I said this in comments yesterday:
It [natural gas] did so after the heating oil [HO] number came out which was bigger than expected. The expectation is that a big HO draw today means a big gas draw tomorrow. Not always true. The HO relationship with temps is not as linear as is the relationship between gas and temps. I think this rally in nat gas gets reversed tomorrow.
I stick by that.
Natural Gas Inventory Day
- My expectations -- 90 Bcf. Degree days were roughly identical to the prior week (in aggregate) when we got a 102 Bcf withdrawal. Of that number 12 Bcf was a database adjustment. Note: the EIA’s file does not yet reflect year-ago figures from the weekly natural gas report. I have emailed them to update the database. When they do I’ll update the gas storage page.
- Street -- range of 80 to 140 Bcf, consensus was unknown at the time of this post.
I’d bet the over/under is 100 Bcf. Below that and you slip towards $7 immediately. Above it and gas may get a small reprieve -- say a day or two at most before it again heads toward $6.50. The reason is simple: degree days are expected to fall by nearly half this week. I won’t surprised to see another burst of cold make for choppy trading, but I still expect to see lower prices in the second half of March and early April, setting up a good buying opportunity in the quality E&P names prior to summer’s heat and hurricanes.
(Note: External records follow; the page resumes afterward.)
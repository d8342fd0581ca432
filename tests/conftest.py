"""What several tests share: the reader of PDFs, the repository and the demo specs."""

from __future__ import annotations

import os
from collections.abc import Callable
from pathlib import Path

import pytest
from hypothesis import HealthCheck, settings

from tests.reading import SeenPage, read_pages

# A run by hand looks at new cases; the check of a change looks at the same ones, lest it fail for what it left alone.
settings.register_profile(
    "shop",
    deadline=None,
    derandomize=bool(os.environ.get("CI")),
    suppress_health_check=[HealthCheck.too_slow],
)
settings.load_profile("shop")

ROOT = Path(__file__).resolve().parent.parent


@pytest.fixture(scope="session")
def see() -> Callable[[bytes], list[SeenPage]]:
    """The reader: a PDF's bytes to what its pages show, in mm."""
    return read_pages


@pytest.fixture(scope="session")
def root() -> Path:
    """The repository."""
    return ROOT


@pytest.fixture(scope="session")
def demo_specs() -> Path:
    """The folder of demo specs."""
    return ROOT / "demo_specs"
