@pytest.mark.parametrize("face", FACES)
@pytest.mark.parametrize("name", DEMOS)
def test_the_template_says_which_face_it_is_which_way_is_front_and_where_left_is(name, face):
    assembly = demo(name)
    piece = template(assembly, face)
    said = [text.text for text in texts(piece.drawing)]
    assert {face.upper(), "FRONT"} <= set(said)
    assert f"left legs are on your {'right' if face == 'underside' else 'left'}" in said
    kinds = {part.kind for part in assembly.bored if part.drilled == face}
    (role,) = [words for words in said if "bore" in words and "face" in words]
    assert (role == "not the face to bore from") == (not kinds)
    assert role.startswith("bore") == bool(kinds)
    if len({part.drilled for part in assembly.bored}) > 1:
        assert all(f"{kind}s" in role for kind in kinds)
    assert piece.notice.startswith(face.upper())
    # True however the pages are turned, which the paper decides.
    assert "with FRONT toward you" in piece.notice
    assert f"legs named left lie to your {'RIGHT' if face == 'underside' else 'left'}" in piece.notice
    lefts = [x for leg, (x, _) in piece.points if leg.endswith("left")]
    assert all(x > 0 for x in lefts) if face == "underside" else all(x < 0 for x in lefts)


@pytest.mark.parametrize("name", DEMOS)
def test_front_is_written_by_the_front_edge_with_an_arrow_to_it(name):
    for face in FACES:
        piece = template(demo(name), face)
        (word,) = [text for text in texts(piece.drawing) if text.text == "FRONT"]
        assert word.at[1] < 0.25 * demo(name).blank.bounds.height
        heads = [fill for fill in fills(piece.drawing) if fill.role is Role.NOTE]
        front = min(heads, key=lambda head: math.dist(head.curve[0].start, word.at))
        tip, one, other = (segment.start for segment in front.curve)
        assert tip[1] < min(one[1], other[1])
        assert tip[0] == pytest.approx((one[0] + other[0]) / 2)


@pytest.mark.parametrize("name", DEMOS)
def test_each_leg_has_its_settings_written_beside_it_and_the_sightline_from_both_lines(name):
    assembly = demo(name)
    said = [text.text for text in texts(template(assembly, assembly.drilled).drawing)]
    legs = [part for part in assembly.bored if part.drilled == assembly.drilled and part.kind != "spindle"]
    for leg in legs:
        assert leg.name in said
        assert f"lean {format_angle(leg.drill.resultant_deg)}" in " ".join(said)
        assert f"bevel {format_angle(leg.drill.bevel_deg)}" in " ".join(said)
        assert f"sightline {format_angle(leg.drill.sightline_deg)} from fore-and-aft" in said
        assert f"({format_angle(90.0 - leg.drill.sightline_deg)} from across)" in said
    way = "the bit leans to the arrow" if assembly.drilled == "underside" else "the bit leans away from the arrow"
    assert said.count(way) == len(legs)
If we get a 100 Bcf number today and average withdrawals for the remainder of March, we’re likely to bottom out with more than 1,400 Bcf in storage. Well above the five year average of 1,232, Bcf but well below last year’s 1,692 Bcf number.
OPEC Watch: The ministers begin the first of a two day meeting today in Vienna. I’ll update in the comments section.
We received little help from yesterday’s inventory report in hobbling the 3 legged stool upon which high gasoline prices rest. Utilization continued to slide, although according to the companies that’s about to reverse, imports ticked up but only just, and demand ebbed but also only just.
Hey, if demand and imports move in the same direction next week (down and up respectively), the stool should start to wobble a bit under the weight of $0.40 of gain in RBOB prices since mid January.
Extended maintenance and snafus are keeping utilization low.
Imports may be trending lower, but this is after running high to historic norms:
From EIA’s comments yesterday:
Gasoline imports have also dropped, falling below 1 million barrels per day the last six weeks after averaging 1.15 million barrels per day in 2006. After receiving a lot of gasoline imports earlier in the season, gasoline stocks are relatively low in Europe and refinery maintenance has begun there as well, just as other parts of the world see an increasing need for gasoline. As a result, the arbitrage for shipping marginal gasoline supplies from Europe to the United States diminished considerably, further limiting imports.
Demand actually fell slightly from a week ago, but remains elevated for this time of year:
Two charts straight from the EIA’s weekly are very telling of just how much of a rise we’ve seen in gasoline prices this season:
Wow -- with price action like that inventories must be very low! No, they’re still above average. So what do you think happens if we’ve gotten the pre-driving season rally already out of the way, and refineries start coming back into service?
Holdings Watch: I took a little Tesoro Corp. (NYSE:TSO) put position yesterday - May 90s puts between $3.40 and $3.60 (average is close to the top unfortunately).
STEO Watch: If you don’t read the EIA’s short-term energy outlook, you should. The price estimates move around as oil and gas prices do, and I’ve found them to be utterly worthless beyond the next few weeks in predicting price. No offense meant, but they stick pretty close to current prices with an eye towards what’s happened in terms of direction over the past month. However, the data they keep up with is phenomenal.
Briefly, they expect the OPEC surplus to increase in 2007 and 2008 to 2.0 mm bopd from 2006 levels of 1.3 mm bopd, yet they expect oil prices to be up relative to last year on higher demand in 2007 and again in 2008. This is in spite of the fact that early year demand came in lower than expected, and that non-OPEC supply is growing faster than expected (Caspian Sea, Russia, Africa, Brazil, and even the United States). That’s a head-scratcher. Growth in demand is expected to slow as well. Hmmm.
And here are their thoughts on gasoline inventories:
Total motor gasoline stocks are projected to be at the upper end of the normal range throughout the forecast period. Nevertheless, continued demand growth pushes inventories (measured in terms of days-of-supply) steadily lower, setting the stage for an increase in gasoline margins and retail prices.
Who do these guys work for? I mean -- steadily lower? That’s the red line in the last graph. Does that look steadily lower, especially given the season? These are smart guys, but sometimes you’ve got to stop contradicting yourself or trying to make the data fit the scenario and just say things don’t make sense, are irrational, overblown etc.
Endeavor International Corp. (NYSE:END) Watch: Back down to $2.11 after 2 days of very little volume. To me this one is fire-and-forget (or at least check infrequently). Either way, I hate to be that guy at the poker table who only points to his recent gambles when they’ve immediately paid off.